Ken Matsumoto began by opening his studio in an old factory space over ten years ago. As outreach to the community, he built an exhibition space, the Art Object Gallery adjacent to his studio, a second artist’s studio, and an outdoor gathering space (complete with fine mist spray during really hot weather!). Since 2000, he and guest curators have produced solo and group exhibitions of paintings, drawings, prints, sculpture and ceramics open to the public. Today, Art Object Gallery is the longest surviving private gallery in San Jose, providing a venue for dramatic play readings, poetry slams and musical performances, as well.

Visitors to Ken’s studio in Japan Town are immediately engaged by his massive works in stone.
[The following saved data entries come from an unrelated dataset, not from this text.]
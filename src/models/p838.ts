/**
 * Specific attenuation of rain — ITU-R P.838-3: γR = k R^α (dB/km), with k and α
 * from the horizontal/vertical coefficients combined for path elevation and
 * polarisation tilt (eqs. (2)–(5)).
 */
import { checkRange, type Interval } from './range.js';
import { DEG } from './constants.js';

export const P838_VALIDITY = { frequencyGHz: [1, 1000] as Interval, elevationDeg: [0, 90] as Interval };

// P.838-3 Tables 1–4: rows of (a_j, b_j, c_j), then m, c.
type Coeffs = { terms: readonly (readonly [number, number, number])[]; m: number; c: number };
const KH: Coeffs = {
  terms: [[-5.3398, -0.10008, 1.13098], [-0.35351, 1.2697, 0.454], [-0.23789, 0.86036, 0.15354], [-0.94158, 0.64552, 0.16817]],
  m: -0.18961, c: 0.71147,
};
const KV: Coeffs = {
  terms: [[-3.80595, 0.56934, 0.81061], [-3.44965, -0.22911, 0.51059], [-0.39902, 0.73042, 0.11899], [0.50167, 1.07319, 0.27195]],
  m: -0.16398, c: 0.63297,
};
const AH: Coeffs = {
  terms: [[-0.14318, 1.82442, -0.55187], [0.29591, 0.77564, 0.19822], [0.32177, 0.63773, 0.13164],
    [-5.3761, -0.9623, 1.47828], [16.1721, -3.2998, 3.4399]],
  m: 0.67849, c: -1.95537,
};
const AV: Coeffs = {
  terms: [[-0.07771, 2.3384, -0.76284], [0.56727, 0.95545, 0.54039], [-0.20238, 1.1452, 0.26809],
    [-48.2991, 0.791669, 0.116226], [48.5833, 0.791459, 0.116479]],
  m: -0.053739, c: 0.83433,
};

function fit(c: Coeffs, lf: number): number {
  let s = 0;
  for (let j = 0; j < c.terms.length; j++) {
    const t = c.terms[j];
    s += t[0] * Math.exp(-(((lf - t[1]) / t[2]) ** 2));
  }
  return s + c.m * lf + c.c;
}

/** kH, kV, αH, αV at the last frequency asked for: a table of one link evaluates them at one frequency, many times. */
const last = { f: NaN, kH: NaN, kV: NaN, aH: NaN, aV: NaN };
function coefficientsAt(frequencyGHz: number): typeof last {
  if (frequencyGHz !== last.f) {
    const lf = Math.log10(frequencyGHz);
    last.kH = 10 ** fit(KH, lf); last.kV = 10 ** fit(KV, lf);
    last.aH = fit(AH, lf); last.aV = fit(AV, lf);
    last.f = frequencyGHz;
  }
  return last;
}

export interface RainCoefficients { k: number; alpha: number }

/** k and α for elevation θ and tilt τ (τ = 45° for circular) — ITU-R P.838-3 eqs. (2)–(5). */
export function rainSpecificCoefficients(a: { frequencyGHz: number; elevationDeg: number; tiltDeg: number }): RainCoefficients {
  const fn = 'rainSpecificCoefficients';
  checkRange(fn, 'frequencyGHz', a.frequencyGHz, P838_VALIDITY.frequencyGHz, 'GHz');
  checkRange(fn, 'elevationDeg', a.elevationDeg, P838_VALIDITY.elevationDeg, 'deg');
  checkRange(fn, 'tiltDeg', a.tiltDeg, [-180, 180], 'deg');
  const { kH, kV, aH, aV } = coefficientsAt(a.frequencyGHz);
  const cos2 = Math.cos(a.elevationDeg * DEG) ** 2 * Math.cos(2 * a.tiltDeg * DEG);
  const k = (kH + kV + (kH - kV) * cos2) / 2;
  const alpha = (kH * aH + kV * aV + (kH * aH - kV * aV) * cos2) / (2 * k);
  return { k, alpha };
}

/** γR = k R^α (dB/km) — ITU-R P.838-3 eq. (1). */
export function rainSpecificAttenuation(a: { frequencyGHz: number; elevationDeg: number; tiltDeg: number; rainRateMmH: number }): number {
  if (!(a.rainRateMmH >= 0) || !Number.isFinite(a.rainRateMmH)) {
    throw new RangeError(`rainSpecificAttenuation: rainRateMmH = ${a.rainRateMmH} is outside ≥ 0 mm/h`);
  }
  const { k, alpha } = rainSpecificCoefficients(a);
  return k * a.rainRateMmH ** alpha;
}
As he has written, “I seem to have found a form and a process that, in a simple and straightforward way, expresses my view of man’s relationship to nature. I’ve taken stones of various types and sizes and worked them to create objects which suggest the form and function of vessels. I see these objects as metaphors for the idea that man and nature are one, and therefore the results of man’s activities on the environment is as much a part of the natural order as the effects of wind and water. In other words, I, as the artist, am the agent of erosion.”

In his recent Triton Museum exhibition were included new works in red brick commemorating Dr. Ishikawa, an important member of the Japanese historical community who bequeathed his house to the Japanese American Museum. When the house was demolished to build a more suitable structure for the Museum, Ken used salvaged red bricks to create a series of vessels as a memorial to Dr. Ishikawa.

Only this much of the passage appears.